UPDATE 2: Still working on finding the best settings for training with captions, but nothing looks as good as training without. I have released a couple new models without captions. Will try to get a version trained with captions out soon.
When training without captions, I've also found that limiting my dataset to 30 face and 20 body photos(high quality) and ~1500 steps produces better results(less overfitting ig).

UPDATE: I'm an idiot. This guide has a couple of mistakes.
- The kohya_ss training I was using did not read the captions at all since they were in the wrong format. Please change the caption format to .txt in the GUI for it to consider it.
- When naming the image folder ex. 15_j03d4 you're supposed to add the class name at the end like so 15_j03d4 man .

All my models were trained with these faults baked in, the results aren't bad per se but I will be shifting to a different workflow with these fixed moving forward. I apologize to anyone who followed this guide and ended up with subpar results.

Notes:
- On an RTX 3080, it takes an hour to train a single LoRA.

- ADetailer is required in order to fix images where the face is not the focus.

- This guide is just what I've stumbled onto following various other guides and there is still scope for improvement. (moles, marks on people's faces that seep into the final LoRA)

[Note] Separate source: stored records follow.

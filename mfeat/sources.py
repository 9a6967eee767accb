"""Where images come from: a folder, a glob, or a manifest; one entry an image file or region."""

import fnmatch
import glob
import os
import re
from collections.abc import Iterator
from dataclasses import replace
from pathlib import PurePosixPath
from typing import Any

import pyarrow as pa

from mfeat import locations
from mfeat.entries import TRUTH, Sources, entries_table, join, with_stamps
from mfeat.manifests import MANIFESTS, read_manifest


def list_sources(source: Any, *, label_from: str | None = None, leave_out: str = "") -> Sources:
    """List the images of a folder, a glob or a manifest.

    Parameters
    ----------
    source : path-like or str
        A folder (all its files but hidden ones, in natural order), a pattern with ``*``, ``?`` or
        ``**``, a manifest (CSV or Parquet), or one image file; local or an fsspec URI.
    label_from : {"manifest", "folder", "truth"}, optional
        Where labels come from; "folder" takes the name of the folder an image lies in.
    leave_out : str, default ""
        A folder whose files are not listed: the output, if it lies inside the source.

    Returns
    -------
    Sources

    Raises
    ------
    FileNotFoundError
        If there is no such source, or nothing in it.
    ValueError
        For a manifest that cannot be used; rows and columns are named.

    Examples
    --------
    >>> import tempfile
    >>> from pathlib import Path
    >>> from mfeat.sources import list_sources
    >>> with tempfile.TemporaryDirectory() as folder:
    ...     for name in ("scan10.tif", "scan9.tif"):
    ...         (Path(folder) / name).touch()
    ...     list_sources(folder).entries["source"].to_pylist()
    ['scan9.tif', 'scan10.tif']
    """
    location = locations.absolute(locations.as_location(source, "source"))
    path = locations.local_path(location)
    suffix = PurePosixPath(location).suffix.lower()
    if "::" in location and suffix not in MANIFESTS:
        raise ValueError(
            f"source {location} is a chained URI, which cannot be listed; name its files in a "
            "manifest"
        )
    patterned = any(mark in location for mark in "*?[")
    if patterned and locations.exists(location):
        patterned = False  # a file may be called image[1].png
    if suffix in MANIFESTS and not patterned and not (path is not None and os.path.isdir(path)):
        found = read_manifest(location, suffix)
    else:
        names, base = _list_files(location, path, patterned, leave_out)
        remarks = []
        if "manifest.csv" in names:
            remarks.append(
                f"{location} holds manifest.csv; give that file to use it as the manifest"
            )
        wrong = [_printable(name) for name in names if _printable(name) != name]
        if wrong:
            remarks.append(f"names that are not UTF-8 cannot be read, e.g. {wrong[0]}; rename them")
        columns = {
            "source": [_printable(name) for name in names],
            "location": [_printable(join(base, name)) for name in names],
        }
        found = Sources(entries_table(columns, {}), (), tuple(remarks))
    if found.entries.num_rows == 0:
        raise FileNotFoundError(f"source {location} has no image: nothing is listed there")
    if label_from == "manifest" and found.entries["label"].null_count == found.entries.num_rows:
        raise ValueError(f"labels are to come from a manifest's column label; {location} has none")
    if label_from == "folder":
        places = found.entries["location"].to_pylist()
        folders = (re.split(r"[\\/]", one)[-2:-1] for one in places)
        labels = pa.array([folder[0] or None if folder else None for folder in folders])
        labels = labels.cast(pa.string())
        place = found.entries.column_names.index("label")
        found = replace(found, entries=found.entries.set_column(place, "label", labels))
    if label_from == "truth" and found.entries["truth_location"].null_count:
        raise ValueError(
            f"labels are to come from a manifest's column {TRUTH}, an image of labels for every "
            f"row; {location} has {found.entries['truth_location'].null_count} rows without one"
        )
    return Sources(with_stamps(found.entries), found.carried, found.remarks)


def natural(text: str) -> list[Any]:
    """Return a sorting key under which image2 comes before image10.

    Examples
    --------
    >>> from mfeat.sources import natural
    >>> sorted(["b1", "a10.png", "a2.png"], key=natural)
    ['a2.png', 'a10.png', 'b1']
    """
    parts = re.split(r"(\d+)", text)
    key = [(int(part), "") if k % 2 else (0, part) for k, part in enumerate(parts)]
    return [*key, (0, text)]  # 01 and 1 are equal numbers and different names


def _list_files(
    location: str, path: str | None, patterned: bool, leave_out: str
) -> tuple[list[str], str]:
    """Return the names of image files relative to a base, and the base."""
    if path is None:
        return _list_remote(location, patterned, leave_out)
    if patterned:
        base = _fixed_part(path)
        names = _matching(path, base, leave_out)
        if not names:
            hint = '; a bracket in a name is written "[[]"' if "[" in path else ""
            raise FileNotFoundError(f"no file matches {location}{hint}")
    elif os.path.isdir(path):
        base = path
        names = list(_below(path, leave_out))
    elif os.path.exists(path):
        base, name = os.path.split(path)
        names = [name]
    else:
        raise FileNotFoundError(f"source {location} does not exist")
    return sorted(names, key=natural), base


def _printable(name: str) -> str:
    """Return a file name as UTF-8; bytes that are not appear as escapes."""
    return os.fsencode(name).decode("utf-8", "backslashreplace")


def _matching(pattern: str, base: str, leave_out: str) -> list[str]:
    """Return the names of the files below a base that match a pattern."""
    parts = os.path.relpath(pattern, base).split(os.sep)
    if "**" in parts:  # glob would follow loops of links again and again
        return [name for name in _below(base, leave_out) if _matches(name.split("/"), parts)]
    found = (name for name in glob.glob(pattern) if not os.path.isdir(name))
    kept = [name for name in found if not _lies_in(name, leave_out)]
    return [os.path.relpath(name, base).replace(os.sep, "/") for name in kept]


def _matches(parts: list[str], pattern: list[str]) -> bool:
    """Tell whether a path matches a pattern, both in parts; "**" is any number of folders."""
    if not pattern:
        return not parts
    if pattern[0] == "**":
        return any(_matches(parts[k:], pattern[1:]) for k in range(len(parts) + 1))
    return (
        bool(parts) and fnmatch.fnmatch(parts[0], pattern[0]) and _matches(parts[1:], pattern[1:])
    )


def _below(folder: str, leave_out: str) -> Iterator[str]:
    return _walk(folder, "", {os.path.realpath(folder)}, os.path.realpath(leave_out or "/"))


def _lies_in(name: str, folder: str) -> bool:
    if not folder:
        return False
    real = os.path.realpath(folder)
    try:
        return os.path.commonpath([os.path.realpath(name), real]) == real
    except ValueError:  # on different drives
        return False


def _walk(folder: str, prefix: str, seen: set[str], leave_out: str) -> Iterator[str]:
    """Yield the files below a folder but hidden ones; links to folders are followed once."""
    with os.scandir(folder) as found:
        entries = sorted(found, key=lambda entry: entry.name)
    for entry in entries:
        if entry.name.startswith("."):
            continue
        if not entry.is_dir():
            yield prefix + entry.name
            continue
        real = os.path.realpath(entry.path)
        if real not in seen and real != leave_out:
            seen.add(real)
            yield from _walk(entry.path, f"{prefix}{entry.name}/", seen, leave_out)


def _list_remote(location: str, patterned: bool, leave_out: str) -> tuple[list[str], str]:
    found, there = locations.filesystem(location)
    protocol = location.split("://", 1)[0]
    if patterned:
        base = _fixed_part(there)
        paths = found.glob(there)
    elif found.isdir(there):
        base, paths = there, found.find(there)
    elif found.exists(there):
        base, paths = there.rsplit("/", 1)[0], [there]
    else:
        raise FileNotFoundError(f"source {location} does not exist")
    start = base.rstrip("/") + "/"
    if leave_out.startswith(f"{protocol}://"):
        outside = locations.filesystem(leave_out)[1].rstrip("/") + "/"
        paths = [path for path in paths if not str(path).startswith(outside)]
    names = [str(path).removeprefix(start) for path in paths if not patterned or found.isfile(path)]
    kept = [name for name in names if not any(p.startswith(".") for p in name.split("/"))]
    return sorted(kept, key=natural), f"{protocol}://{base}"


def _fixed_part(pattern: str) -> str:
    """Return the folder above the first wildcard of a pattern."""
    parts = pattern.replace(os.sep, "/").split("/")
    first = next(k for k, part in enumerate(parts) if any(mark in part for mark in "*?["))
    return "/".join(parts[:first]) or ("/" if pattern.startswith("/") else ".")
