"""Minkowski curves of image patches as feature vectors, in physical units."""

__version__ = "0.1.0"  # before the imports: tables and their workers carry it

from mfeat.compare import compare
from mfeat.comparison import Comparison, read_comparison
from mfeat.counts import PatternCounts, count_patterns
from mfeat.curves import Curves, minkowski_curves
from mfeat.dump import dump
from mfeat.patches import PatchGrid
from mfeat.table import FeatureTable, read_table
from mfeat.transformer import MinkowskiCurves

__all__ = [
    "Comparison",
    "Curves",
    "FeatureTable",
    "MinkowskiCurves",
    "PatchGrid",
    "PatternCounts",
    "compare",
    "count_patterns",
    "dump",
    "minkowski_curves",
    "read_comparison",
    "read_table",
]
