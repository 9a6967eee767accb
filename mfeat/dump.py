"""`dump`: folders of images to a feature table, in parts that survive any interruption.

A run is planned, its parts are written by workers into a hidden folder beside the table, and the
table appears in one step when all parts are complete. What a killed run has finished is kept; the
same call goes on from there.
"""

import contextlib
import json
import logging
import time
import uuid
from collections.abc import Iterator
from concurrent.futures.process import BrokenProcessPool
from dataclasses import dataclass, field
from typing import Any

import pyarrow as pa
import pyarrow.parquet as pq
from joblib import Parallel, delayed, parallel_config
from tqdm import tqdm

from mfeat import __version__, _checks, storage
from mfeat.images import MAX_PIXELS
from mfeat.options import DumpSettings, dump_settings
from mfeat.parts import (
    CANCELLED,
    is_planned,
    load_entries,
    load_run,
    part_name,
    rejects_name,
    run_folder,
    save_run,
    write_part,
)
from mfeat.planning import make_plan
from mfeat.sources import Sources, list_sources
from mfeat.table import (
    INPUTS,
    MANIFEST,
    REJECTS,
    REJECTS_SCHEMA,
    TABLE_VERSION,
    UNFINISHED,
    about,
    differences,
)

_log = logging.getLogger("mfeat")

BACKENDS = ("threading", "loky")


class OutputRefused(ValueError):
    """The output holds something that this run would have to change; the message says what."""


class RejectsFound(RuntimeError):
    """Under ``strict``: the table is complete, but something was rejected.

    Attributes
    ----------
    summary : DumpSummary
    """

    def __init__(self, summary: "DumpSummary"):
        super().__init__(f"{summary.rejects} rejects are listed in {REJECTS}")
        self.summary = summary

- Please reach out with any feedback or suggestions to improve this workflow.

1. Image Collection:

Face Images (30-50 images):

Obtain 30-50 images of the person's face in different angles, lighting, hair styles.
Try and avoid low res images.
Crop each face image to a size of 512x512 using presize.io or any other suitable tool.

Body Images (10-30 images):

Collect 10-30 images of the person's body in different angles, lighting, clothing.
Crop each body image to a size of 512x768.

Folder Naming:

Name the parent folder using the format: <Shortened Name> (e.g., Joe Danger - j03d4).

Subfolders:

Create two subfolders within the images folder:
- 16_j03d4 (for repetition of body images, range 16-20).
- 25_j03d4 (for face images, range 25-30).
I aim for 1200-1500 steps for the face and 400-700 steps for the body.
Steps is the number of images X the number in the folder name.

Captioning:

Use kohya_ss and WD14 captioning methods for both face and body images.

Tag Management:

Utilize BooruDatasetTagManager to remove unwanted tags from the images.

Folder Structure:

Create two empty folders within the parent folder:
- model
- logs

2. Directory Configuration:

JSON Configuration:

Update the directories in the provided JSON file with the appropriate paths for images, model, and logs.
These settings are for the RTX 3080 and some settings like precision and optimizer should be changed for other cards.
I don't use buckets as I've found better results that way.
I also use the default checkpoint as I've found the results to be more consistent when used with other models but you could probably get away with other models.

3. Regularization Images:

Download regularization images from GitHub and place them in a folder above the parent directory from here GitHub - Luehrsen/sd_regularization_images: Pre-Rendered Regularization Images fou use with fine-tuning, especially for the current implementation of "Dreambooth".
Pick the specific classification folder you need and place them as shown in the folder structure below.

4. Training Configuration:

Training Epochs and Steps:

Train for 3 epochs - could probably get away with 2.
Aim for 1500-2000 steps during training.

Final Directory Structure:

- j03d4
  - images
    - 16_j03d4 (Body images, range 16-20)
    - 25_j03d4 (Face images, range 25-30)
  - model
  - logs
- regularization_man
  - 1_man

Note:

Ensure that the tools and libraries mentioned (e.g., kohya_ss, BooruDatasetTagManager) are installed and configured appropriately.
Adjust the folder names and paths based on your specific setup.